Out of this atmosphere of melodrama one emerged into the sombre, silent streets and went rather furtively home, feeling that there was something to be said for the Turks after all. But I need hardly say that no influential Greeks had a share in these proceedings: they were always on the side of moderation. One had been a fool to consort with fools.
Behind the lattices of the harems it was said that Enver Pasha's day was done. The new Sultan had thrown him out of the palace, neck and crop. There was to be an inquiry into the means by which he had acquired huge farms round Constantinople—farms which were supposed to be purchased from the proceeds of a corner in milk that had killed many children. The Custodians of the Harem (and in Turkey these tall flat-chested individuals have positions of great power; the Chief of the White Custodians, for instance, is one of the high dignitaries of the Empire, and ranks with a Lord Chamberlain) had long been intriguing against the Committee and especially against the German element with Enver at its head. . . . The Sultan was high in popular favour, and a dramatic suicide in the main street of Pera, which lifted a corner of the curtain hiding the unrest behind the scenes at the Imperial Palace, became a nine days' wonder, and gave rise to extraordinary rumours.
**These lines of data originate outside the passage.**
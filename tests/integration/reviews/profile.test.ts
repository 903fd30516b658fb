// A shop's public profile: rating from visible reviews only, the reviews anyone may read, completed builds,
// and the typical lead time (promised against actual, funding to shipping); and the rating a rider sees on bids.
import type { Knex } from 'knex';
import { afterAll, beforeAll, describe, expect, it } from 'vitest';
import { NotFound } from '@/lib/errors';
import { shopFacts } from '@/lib/market/shopFacts';
import { wilsonLowerBound } from '@/lib/reviews/score';
import { listShopReviews } from '@/lib/reviews/shopReviews';
import { createReview } from '@/lib/reviews/writeReview';
import { getShopProfile, leadTimeSummary } from '@/lib/shops/profile';
import { testDb } from '../../support/db';
import { DAY, daysAfter, makeJob, makeRider, makeShop, riderReviewInput, shopReviewInput } from './support';

let db: Knex;
beforeAll(() => {
  db = testDb();
});
afterAll(() => db?.destroy());

describe('lead time from completed jobs', () => {
  const job = (promisedDays: number, actualDays: number) => ({ promisedDays, fundedAt: new Date(0), shippedAt: new Date(actualDays * DAY) });

  it('takes the median of actual days and the share shipped within the promise', () => {
    expect(leadTimeSummary([job(21, 18), job(21, 25), job(14, 14), job(30, 10)])).toEqual({
      builds: 4,
      medianActualDays: (14 + 18) / 2,
      medianPromisedDays: 21,
      onTime: 3,
      onTimeShare: 0.75,
    });
    expect(leadTimeSummary([job(10, 12.5), job(10, 3), job(20, 7)])).toMatchObject({ medianActualDays: 7, medianPromisedDays: 10, onTime: 2 });
  });

  it('says nothing with no completed builds', () => {
    expect(leadTimeSummary([])).toEqual({ builds: 0, medianActualDays: null, medianPromisedDays: null, onTime: 0, onTimeShare: null });
  });
});

describe('the shop profile', () => {
  it('shows the rating, the visible reviews, completed builds and the lead time', async () => {
    const builder = await makeShop(db, { name: 'Profile Spoke Works', capabilities: { rimWidthsIn: [3], diametersIn: [26], hubDrilling: true } });
    const now = new Date();
    // Three old jobs, reviews open to view (the review period is over): 5, 4 and 2 stars.
    const stars = [5, 4, 2];
    const promised = [21, 21, 14];
    const actual = [18, 20, 19];
    for (let i = 0; i < 3; i++) {
      const rider = await makeRider(db, `Rider${i} Lastname`);
      const completedAt = daysAfter(now, -40 - i);
      const shippedAt = daysAfter(completedAt, -3);
      const { jobId } = await makeJob(db, rider, builder.shopId, { completedAt, shippedAt, fundedAt: daysAfter(shippedAt, -actual[i]), leadTimeDays: promised[i] });
      await createReview(db, rider, shopReviewInput(jobId, stars[i], `Review ${i}`), daysAfter(completedAt, 1));
    }
    // A fresh job: the rider's review is hidden until the shop writes or the period ends.
    const fresh = await makeRider(db, 'Hidden Writer');
    const { jobId: freshJob } = await makeJob(db, fresh, builder.shopId, { completedAt: now, shippedAt: daysAfter(now, -1), fundedAt: daysAfter(now, -31), leadTimeDays: 30 });
    await createReview(db, fresh, shopReviewInput(freshJob, 1, 'Hidden for now'), now);
    // Open jobs are not completed builds.
    await makeJob(db, await makeRider(db), builder.shopId, { status: 'building' });

    const profile = await getShopProfile(db, builder.slug, null, { now: daysAfter(now, 0.001) });
    expect(profile).toMatchObject({ name: 'Profile Spoke Works', completedBuilds: 4, viewerIsMember: false, photos: [] });
    expect(profile.capabilities).toMatchObject({ rimWidthsIn: [3], diametersIn: [26], hubDrilling: true, gauges: [] });
    expect(profile.rating).toMatchObject({ count: 3, average: 11 / 3, positive: 2 });
    expect(profile.rating.score).toBeCloseTo(wilsonLowerBound(2, 3), 12);
    expect(profile.rating.aspects.buildQuality).toBeCloseTo(11 / 3, 12);
    expect(profile.reviews.map((r) => r.text)).toEqual(['Review 0', 'Review 1', 'Review 2']);
    expect(profile.reviews[0]).toMatchObject({ authorLabel: 'Rider0', canEdit: false });
    // Actual days 18, 20, 19 and 30 against promised 21, 21, 14 and 30: median 19.5; 3 of 4 on time.
    expect(profile.leadTime).toMatchObject({ builds: 4, medianActualDays: 19.5, medianPromisedDays: 21, onTime: 3, onTimeShare: 0.75 });

    // When the shop answers the fresh review, both open and the rating moves.
    await createReview(db, builder, riderReviewInput(freshJob, 4), daysAfter(now, 0.002));
    const later = await getShopProfile(db, builder.slug, builder, { now: daysAfter(now, 0.003) });
    expect(later.rating.count).toBe(4);
    expect(later.reviews[0].text).toBe('Hidden for now');
    expect(later.viewerIsMember).toBe(true);
    // The shop's review of a rider is not a review of the shop.
    expect((await listShopReviews(db, builder.shopId, { now: daysAfter(now, 0.003) })).every((r) => r.side === 'rider')).toBe(true);
  });

  it('answers 404 for an unknown shop', async () => {
    await expect(getShopProfile(db, 'no-such-shop-anywhere', null)).rejects.toThrow(NotFound);
  });

  it('gives bid comparisons the real average and count', async () => {
    const builder = await makeShop(db);
    const unrated = await makeShop(db);
    const rider = await makeRider(db);
    const completedAt = daysAfter(new Date(), -20);
    for (const overall of [5, 4]) {
      const { jobId } = await makeJob(db, rider, builder.shopId, { completedAt });
      await createReview(db, rider, shopReviewInput(jobId, overall), daysAfter(completedAt, 1));
    }
    const facts = await shopFacts(db, [builder.shopId, unrated.shopId], { latitude: 33.77, longitude: -118.19 });
    expect(facts.get(builder.shopId)).toMatchObject({ rating: 4.5, ratingCount: 2, completedBuilds: 2 });
    expect(facts.get(unrated.shopId)).toMatchObject({ rating: null, ratingCount: 0 });
  });
});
A Turkish officer in full uniform had been seen running for dear life down the Grand Rue de Pera, pursued by policemen. The officer took refuge in the Turkish club, but he was refused asylum there. The policemen crowded into the entrance hall to arrest him, while the fugitive dashed upstairs to the card-room. Finding, however, that he could not avoid arrest, he threw himself out of the window, and was instantly killed on the pavement below. For some time, the corpse, dressed in the uniform of the Yildiz Guards, blocked the traffic of the city.
A few days later a British air-raid gave the Constantinopolitans something new to think about. It was a stifling night, and I was dozing and listening to the mosquitoes that buzzed round me, when their drone seemed to grow louder and louder. I lay quite still, thinking that another raid would be too good to be true. But presently there was no doubt about it. Invisible, but very audible, the British squadron was sailing overhead. I jumped up and at that moment the Turks put up their barrage. Bang! Boom! Whizz! Kk—kk—kk! All the little voices of civilisation were speaking.